Omicron carries scary mutations. That doesn’t mean they work well together.
By Apoorva Mandavilli
The omicron variant of the coronavirus has alarmed many scientists because of the sheer number of genetic mutations it carries — about 50 in all, including at least 26 that are unique to it. But more does not necessarily mean worse: Mutations sometimes work together to make a virus more fearsome, but they may also cancel one another out.
“In principle, mutations can also work against each other,” said Jesse Bloom, an evolutionary biologist at the Fred Hutchinson Cancer Research Center in Seattle. “However, in this case evolutionary selection is more likely to lead to the spread of a new variant with favorable than unfavorable combinations of mutations.”

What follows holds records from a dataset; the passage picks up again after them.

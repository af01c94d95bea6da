"""Pairwise contraction of block-sparse tensors, planned once per structure and run as large GEMMs.

To contract legs ``axes_a`` of A with legs ``axes_b`` of B, the contracted legs are fused into
one "middle" leg and the free legs of each tensor into a row (A) or column (B) leg. Conservation
makes every fused middle sector c meet exactly one row sector of A (charge Q_A - c) and one
column sector of B (charge Q_B + c), so the contraction is one dense matrix product per middle
sector: the blocks are packed into those matrices, multiplied with one BLAS call each, and the
product is cut back into the blocks of the result. The plan (which block goes where) depends only
on the legs, total charges and axes, so it is computed once and cached; a Krylov solver that
applies the same operator many times pays for it once.
"""

from __future__ import annotations

from collections.abc import Callable
from dataclasses import dataclass
from functools import cached_property, lru_cache
from operator import itemgetter
from typing import NamedTuple

import numpy as np

from mps.blocks.charges import _BIAS, _SHIFT, FusionMap, Leg, fuse
from mps.blocks.gemm_kernel import group_products
from mps.blocks.kernels import pack_blocks, unpack_blocks
from mps.blocks.plan_cache import PlanCache
from mps.blocks.plan_kernel import plan_all, plan_arrays, plan_places
from mps.blocks.tensor import BlockTensor, Layout, layout

SMALL_GEMM = 400
"""Largest group (multiply-adds) done by a plain compiled loop instead of one BLAS call from
compiled code: measured on the development machine (AVX-512 Xeon), the loop is faster up to
6^3 and for flat shapes such as 2 x 8 x 30, one BLAS call from 8^3 on (0.32 against 0.43 us)
and twice as fast at 10^3 (on the earlier AMD machine the crossover lay between 12^3 and 16^3)."""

Still, this phenomenon, called epistasis, is why scientists are reluctant to speculate on omicron’s attributes, even though individual mutations in the variant are associated with greater transmissibility or with an ability to dodge the body’s immune defenses.
“It is important to get a sense of the full virus,” said Penny Moore, a virus expert at the National Institute for Communicable Diseases in South Africa.
Moore’s team is among dozens worldwide trying to understand whether current vaccines will work against omicron. The researchers are creating artificial versions of the virus that contain all of omicron’s mutations, rather than making judgments based on a subset of mutations.
It’s a lesson researchers learned last year, when the beta variant emerged in South Africa. They estimated that variant’s ability to evade immunity based on one particular mutation, E484K. But beta also had two other mutations that turned out to affect sensitivity to vaccines.
“The combination of those three mutations was more resistance than a virus that contained only E484K,” Moore said. Studying the single mutation “turned out to be misleading.”
Omicron carries a mutation called N501Y, which is thought to allow the virus to bind to human cells more tightly. This mutation was also present in the alpha variant and was linked to its contagiousness.
“Nonetheless, it ended up being delta, which doesn’t have that particular mutation, that was more even more transmissible than alpha,” Bloom said. “That’s because delta had other mutations that enhance transmissibility.”
A variant’s contagiousness depends on how well the virus binds to receptors on human cells, but also on the stability of the virus, where in the airways it replicates and how much of it is exhaled.
Omicron has a cluster of mutations that are all linked to tighter binding to human cells. “But acting together, they might have a somewhat different effect,” Bloom said. For that reason, he added, he cannot predict how the variant will act in the body.
That will require laboratory studies, which are underway across the globe.